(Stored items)
_ _ _ _ _

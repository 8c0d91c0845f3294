using LoopWatch.Agent.Alarms;
using LoopWatch.Agent.Tests.Infrastructure;
using LoopWatch.Analytics.Configuration;

namespace LoopWatch.Agent.Tests.Alarms;

/// <summary>Builds checked loop specs and collects alarm transitions for the alarm tests.</summary>
public static class AlarmRig
{
    public static readonly long T0 = new DateTimeOffset(2026, 3, 2, 0, 0, 0, TimeSpan.Zero).UtcTicks;

    public static long At(double seconds) => T0 + (long)(seconds * TimeSpan.TicksPerSecond);

    public static LoopSpec Spec(string id = "FIC-950", AlarmOptions? alarms = null)
    {
        var o = TestLoops.Pid(id);
        o.Alarms = alarms;
        var errors = new List<string>();
        var specs = LoopOptionsCheck.Check([o], errors);
        Assert.Empty(errors);
        return specs[0];
    }

    public sealed class ListSink : IAlarmSink
    {
        public List<AlarmTransition> All { get; } = [];
        public void Transitioned(in AlarmTransition transition) => All.Add(transition);
        public int Activations => All.Count(t => t.Trigger == AlarmTrigger.Activate);
    }
}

_ _ _ _ _

The answer must be the lines from the one containing "public List<AlarmTransition> All" through the last line of the records, copied exactly, with nothing else.

        public List<AlarmTransition> All { get; } = [];
        public void Transitioned(in AlarmTransition transition) => All.Add(transition);
        public int Activations => All.Count(t => t.Trigger == AlarmTrigger.Activate);
    }
}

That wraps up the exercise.